首先是駐屯廣武馬騰突然釋出檄文,向大將軍、大司馬、太保魏公易幟,並做出渡河率部遷移河內的舉動。

這讓駐屯中牟的呂布,與親自督兵抵達虎牢關的董卓傻眼了,不清楚馬騰與河北之間有多深的聯絡,也不清楚河北方面有沒有接應手段,緊急探查的過程中,馬騰所部步騎三萬餘人跳出中原戰場,進入河內。

馬騰的存在很礙眼,董卓已與呂布做好了兼併馬騰所部的溝通。

董昭之前早有籌劃,只是馬騰及一眾將領無法下定決心。畢竟魏越並沒有私下對他們做出相關的許諾,就這麼直愣愣的戰場易幟,缺乏接應部隊可謂兇險,同時也有一點自輕身份會讓河北將校看不起的效果。

可董卓、呂布磨刀霍霍,很可能在與陳王劉寵決戰之前先兼併了他們的軍隊。

出於無奈,在董卓、呂布下手之前,馬騰突然宣佈易幟,乘董卓、呂布做出應對之前,火速渡河。

馬騰所部的東涼州邊軍雖然幹過一段時間的叛軍,可這部分軍隊是涼州邊軍最後的精華了。算起來,韓遂那邊大大小小的漢羌武裝頭目都讓韓遂給兼併了,而涼州傳統的漢人武裝力量、體系只在馬騰這邊保留了傳承。

至於剽悍的西涼兵……抱歉,董卓、馬騰都是東涼體系,韓遂才是西涼兵體系的奠基人。

所謂西涼兵剽悍,是因為其中混有高比例的西羌義從部隊,河湟義從叛亂後,這股段熲養出來的惡犬就開始失控,尤其是韓遂兵變殺死原來的大小頭目之後,新競爭出來的西羌大小頭目遠不如當初那一批頭目熟悉漢制、漢律,他們對漢文化認同感遠遠低於他們的前輩。

可關東人有幾個清楚涼州邊軍內部的派系區別?

兼併馬騰所部,驅使其部‘涼州兵’做先鋒部隊,光是涼州兵的威名就能給聯軍造成士氣打擊。

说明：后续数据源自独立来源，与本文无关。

class RawOutput(NamedTuple):
    """Raw output arrays of the time loop; slot 0 is the initial state, slot s+1 the end of segment s.

    Attributes
    ----------
    x, T, S : numpy.ndarray, shape (n_out, n_cell)
        Conversion [1], temperature [K], network-weighted formation strain [1].
    E, Ee : numpy.ndarray, shape (n_out, n_cell)
        Section modulus [Pa] and modulus times eigenstrain [Pa].
    irr : numpy.ndarray, shape (n_out, n_cell)
        Cell-mean irradiance, all beams [W m-2].
    pabs : numpy.ndarray, shape (n_out, n_cell)
        Absorbed optical power density [W m-3].
    mech : numpy.ndarray, shape (n_out, 4)
        e0 [1], kappa [m-1], N [N m-1], M about z = 0 [N] under the step's hold.
    budget : numpy.ndarray, shape (n_out, 4)
        Photon flux incident, reflected, absorbed, transmitted [mol m-2 s-1].
    energy : numpy.ndarray, shape (n_out, 3)
        Cumulative heat absorbed, lost bottom, lost top [J m-2].
    steps : numpy.ndarray, shape (n_out, 2)
        Cumulative number of accepted and rejected time steps [1].
    """

    x: np.ndarray
    T: np.ndarray
    S: np.ndarray
    E: np.ndarray
    Ee: np.ndarray
    irr: np.ndarray
    pabs: np.ndarray
    mech: np.ndarray
    budget: np.ndarray
    energy: np.ndarray
    steps: np.ndarray


#: Trailing shape of each output per design: (n_out, n_cell) fields, or (n_out, k).
OUTPUT_WIDTH = {"mech": 4, "budget": 4, "energy": 3, "steps": 2}


def allocate_output(n_out: int, n_cell: int, lead: dict | int | None = None, *, skip=()) -> RawOutput:
    """Zeroed output arrays; ``lead`` adds a leading axis (one int for all, or per-field ints).

    Fields named in ``skip`` get one row only, which :func:`record` overwrites at every output time
    (temperature without heat, network strain without a network): 8 bytes per output and cell each saved.
    """
    arrays = []
    for name in RawOutput._fields:
        shape = (1 if name in skip else n_out, OUTPUT_WIDTH.get(name, n_cell))
        k = lead.get(name) if isinstance(lead, dict) else lead
        arrays.append(np.zeros(shape if k is None else (k,) + shape))
    return RawOutput(*arrays)
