The mechanics stage gives the bending-direction stress sigma_x(t, z) through the
thickness. This module turns it into an equivalent (von Mises) stress, takes the
largest magnitude per layer over the whole history, and compares it with each
layer's yield strength. It is a linear-elastic, small-strain check at the
stress-profile level: no stress concentration (clamp edges, notches, layer
ends), no interface (delamination) stress, no creep, no temperature dependence of
the yield strength beyond what the caller passes in. Apply the factors that the
governing code or standard for the device asks for; this module does not choose
them.
"""

from __future__ import annotations

from typing import Sequence

import numpy as np

from ..errors import ActsimInputError
from ..units import check_range
from .verdict import CheckResult, Limit

__all__ = ["von_mises", "plate_biaxial_stress", "plate_thermal_transverse_stress", "stress_check"]


def _as_finite_array(x, *, field: str, unit: str = "Pa") -> np.ndarray:
    try:
        a = np.asarray(x, dtype=float)
    except (TypeError, ValueError):
        raise ActsimInputError(f"{field}: {x!r} is not a number or array of numbers [{unit}]") from None
    if not np.all(np.isfinite(a)):
        raise ActsimInputError(f"{field}: contains NaN or inf; finite values are required [{unit}]")
    return a


def von_mises(*, sigma_x, sigma_y=0.0, sigma_z=0.0, tau_xy=0.0, tau_yz=0.0, tau_zx=0.0):
    r"""Von Mises equivalent stress of a general stress state (vectorised).

    Parameters
    ----------
    sigma_x, sigma_y, sigma_z : float or array_like
        Normal stresses [Pa]. Arrays broadcast against each other.
    tau_xy, tau_yz, tau_zx : float or array_like
        Shear stresses [Pa].

    Returns
    -------
    float or numpy.ndarray
        Equivalent stress, >= 0 [Pa].

    Notes
    -----
    .. math::

        \sigma_\mathrm{vM} = \sqrt{\tfrac12\left[(\sigma_x-\sigma_y)^2 + (\sigma_y-\sigma_z)^2
        + (\sigma_z-\sigma_x)^2\right] + 3\left(\tau_{xy}^2+\tau_{yz}^2+\tau_{zx}^2\right)}

    Identities: uniaxial :math:`\sigma` gives :math:`|\sigma|`; pure shear
    :math:`\tau` gives :math:`\sqrt3|\tau|`; equibiaxial :math:`\sigma_x=\sigma_y=\sigma`
    gives :math:`|\sigma|`.

    References
    ----------
    .. [1] N. E. Dowling, "Mechanical Behavior of Materials", 4th ed., Pearson,
       2013, ch. 7 (yielding and fracture under combined stresses).
    .. [2] R. von Mises, "Mechanik der festen Körper im plastisch-deformablen
       Zustand", Nachr. Ges. Wiss. Göttingen, Math.-Phys. Kl., 1913, 582–592.
    """
    sx = _as_finite_array(sigma_x, field="sigma_x")
    sy = _as_finite_array(sigma_y, field="sigma_y")
    sz = _as_finite_array(sigma_z, field="sigma_z")
    txy = _as_finite_array(tau_xy, field="tau_xy")
    tyz = _as_finite_array(tau_yz, field="tau_yz")
    tzx = _as_finite_array(tau_zx, field="tau_zx")
    try:
        j = 0.5 * ((sx - sy) ** 2 + (sy - sz) ** 2 + (sz - sx) ** 2) + 3.0 * (txy**2 + tyz**2 + tzx**2)
    except ValueError:
        raise ActsimInputError("von_mises: stress arrays have shapes that do not broadcast together") from None
    out = np.sqrt(j)
    return float(out) if out.ndim == 0 else out


def plate_biaxial_stress(*, sigma_x, poisson_ratio, transverse_eigen_stress=0.0):
    r"""In-plane stresses of a wide plate in cylindrical bending (plane strain across the width).

    Parameters
    ----------
    sigma_x : float or array_like
        Stress along the bending direction from the beam model [Pa].
    poisson_ratio : float or array_like
        Poisson's ratio, broadcast against ``sigma_x`` (for example one value per
        cell) [-], in [0, 0.5].
    transverse_eigen_stress : float or array_like, optional
        Stress that an in-plane isotropic eigenstrain adds across the width,
        :math:`-E\,\varepsilon^*_\mathrm{iso}`, broadcast against ``sigma_x``;
        for thermal strain see :func:`plate_thermal_transverse_stress`.
        Default 0 (eigenstrain along x only, or none) [Pa].

    Returns
    -------
    tuple of (numpy.ndarray or float, numpy.ndarray or float)
        ``(sigma_x, sigma_y)`` [Pa]: the input stress and the transverse stress.

    Notes
    -----
    A strip much wider than its thickness cannot contract freely across its
    width away from its free edges, so :math:`\varepsilon_y = 0`. With
    :math:`\sigma_z = 0`, an eigenstrain :math:`\varepsilon^*_x` along x only
    (an aligned contracting film, or none for an external load) and an
    isotropic in-plane eigenstrain :math:`\varepsilon^*_\mathrm{iso}` (thermal
    expansion :math:`\alpha (T - T_\mathrm{ref})`, isotropic swelling),
    Hooke's law :math:`\varepsilon_y = (\sigma_y - \nu\sigma_x)/E + \varepsilon^*_\mathrm{iso} = 0`
    gives

    .. math::

        \sigma_y = \nu\,\sigma_x - E\,\varepsilon^*_\mathrm{iso}
                 = \nu\,\sigma_x + \sigma^*_y ,

    with :math:`E` the Young's modulus (not the plane-strain modulus
    :math:`E/(1-\nu^2)`). Without the isotropic eigenstrain
    (:math:`\sigma^*_y = 0`) :math:`\sigma_\mathrm{vM} = |\sigma_x|\sqrt{1 - \nu + \nu^2}`,
    which is never larger than :math:`|\sigma_x|` for :math:`0 \le \nu \le 1/2`.
    With it the plate state can be far larger than :math:`|\sigma_x|`: a
    uniformly heated free homogeneous plate has :math:`\sigma_x = 0` but
    :math:`\sigma_y = -E\alpha\,\Delta T`, so :math:`\sigma_\mathrm{vM} = E\alpha|\Delta T|`;
    neither the uniaxial check nor :math:`\sigma_y = \nu\sigma_x` is
    conservative then. Near the free side edges the transverse stress falls to
    zero and the state tends to uniaxial (narrow-beam) stress; the larger of
    the two states governs.

    References
    ----------
    .. [1] S. Timoshenko and S. Woinowsky-Krieger, "Theory of Plates and Shells",
       2nd ed., McGraw-Hill, 1959, ch. 1 (bending of long rectangular plates to
       a cylindrical surface) and sec. 14 (thermal stresses in plates).
    .. [2] S. P. Timoshenko and J. N. Goodier, "Theory of Elasticity", 3rd ed.,
       McGraw-Hill, 1970, ch. 13 (thermal stress, plane strain).
    """
    sx = _as_finite_array(sigma_x, field="sigma_x")
    nu = _as_finite_array(poisson_ratio, field="poisson_ratio", unit="1")
    eig = _as_finite_array(transverse_eigen_stress, field="transverse_eigen_stress")
    if np.any(nu < 0) or np.any(nu > 0.5):
        bad = nu[(nu < 0) | (nu > 0.5)].ravel()[0] if nu.ndim else float(nu)
        raise ActsimInputError(f"poisson_ratio: {bad:g} is outside the allowed range (>= 0 and <= 0.5)")
    try:
        sy = nu * sx + eig
    except ValueError:
        raise ActsimInputError(
            "plate_biaxial_stress: poisson_ratio or transverse_eigen_stress does not broadcast against sigma_x") from None
    if sy.ndim == 0:
        return float(sx), float(sy)
    return np.broadcast_to(sx, sy.shape).copy(), sy
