def pairwise_log_shifts(sweeps: DmaSweeps, *, grid_step=0.01):
    """Shift of each curve onto its colder neighbour, chained: log10 a_T relative to the coldest curve.

    Parameters
    ----------
    sweeps : DmaSweeps
        The data.
    grid_step : float
        Step of the coarse search in log10 frequency [1]; the best grid point is refined by a
        bounded scalar minimisation.

    Returns
    -------
    (numpy.ndarray, numpy.ndarray)
        log10 a_T of each temperature level relative to the coldest (0 there) [1], and the rms
        log10 mismatch of each pair at its best shift [1] (length n_levels - 1).

    Notes
    -----
    For curves A (colder) and B, the shift :math:`s` minimises the mean of the squared differences
    of :math:`(\\log_{10} E', \\log_{10} E'')` between the points of each curve and the other curve
    (linear interpolation in log–log), over the overlap of the two after the shift:

    .. math::

        \\log_{10} a_{T_{i+1}} = \\log_{10} a_{T_i} + s_i

    The overlap must span at least 0.3 of the shorter curve's decades (at most half a decade) and
    hold 4 points of the two curves (common practice, no source).
    """
    from scipy.optimize import minimize_scalar

    x = np.log10(sweeps.omega)
    y = np.column_stack([np.log10(sweeps.storage), np.log10(sweeps.loss)])
    shifts = [0.0]
    mism = []
    for g in range(sweeps.levels.size - 1):
        a, b = sweeps.group == g, sweeps.group == g + 1
        xa, ya, xb, yb = x[a], y[a], x[b], y[b]
        span = (xa[-1] - xa[0]) + (xb[-1] - xb[0])
        min_span = min(0.5, 0.3 * min(xa[-1] - xa[0], xb[-1] - xb[0]))
        grid = np.arange(-span, span + grid_step / 2, grid_step)
        cost = np.array([_overlap_cost(xa, ya, xb, yb, s, 4, min_span) for s in grid])
        if not np.any(np.isfinite(cost)):
            Ta, Tb = sweeps.levels[g] - 273.15, sweeps.levels[g + 1] - 273.15
            raise ActsimInputError(f"{sweeps.source}: the sweeps at {Ta:.4g} degC and {Tb:.4g} degC cannot be "
                                   "overlapped (too few frequencies in common after any shift)")
        k = int(np.nanargmin(cost))
        res = minimize_scalar(lambda s: _overlap_cost(xa, ya, xb, yb, s, 4, min_span),
                              bounds=(grid[k] - grid_step, grid[k] + grid_step), method="bounded",
                              options={"xatol": 1e-6})
        s = float(res.x) if np.isfinite(res.fun) and res.fun <= cost[k] else float(grid[k])
        shifts.append(shifts[-1] + s)
        mism.append(math.sqrt(_overlap_cost(xa, ya, xb, yb, s, 4, min_span)))
    return np.array(shifts), np.array(mism)


# ----------------------------------------------------------------------------------------------
# step 2: the shift law
# ----------------------------------------------------------------------------------------------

用戰爭消磨馬騰所部生力軍,這對董卓、呂布來說是有百利而無一害……所以馬騰很乾脆的易幟,向河內轉進。

馬騰的突然易幟給董卓、呂布造成了很大的困擾,對於是否推動與陳王劉寵的決戰,兩人及雒陽的公卿都開始遲疑……現在形勢很好,完全可以用相對優渥的寬鬆條件與窘迫的關東聯軍議和,以相對體面的方式暫時休戰。

然而聯軍內部的矛盾爆發,聯軍北路軍自曹操、鮑信全面依附黃琬,主將袁紹率部出走開闢河東戰場後,聯軍北路軍就剩下西兗州四郡守。

開春以後大量的民力投入春耕工作中,這是地方縣令長也無法強行阻斷的事情,所以聯軍前線軍糧供給出現各種問題。

歷史上聯軍有冀州牧韓馥這個老實人供應軍糧,又拿到了敖倉儲糧,而本郡亦有足夠的囤積。

可現在魏越在開戰前就抽過一次錢糧,還搬空了敖倉,佔據冀州的魏越自然不可能給聯軍供應軍糧。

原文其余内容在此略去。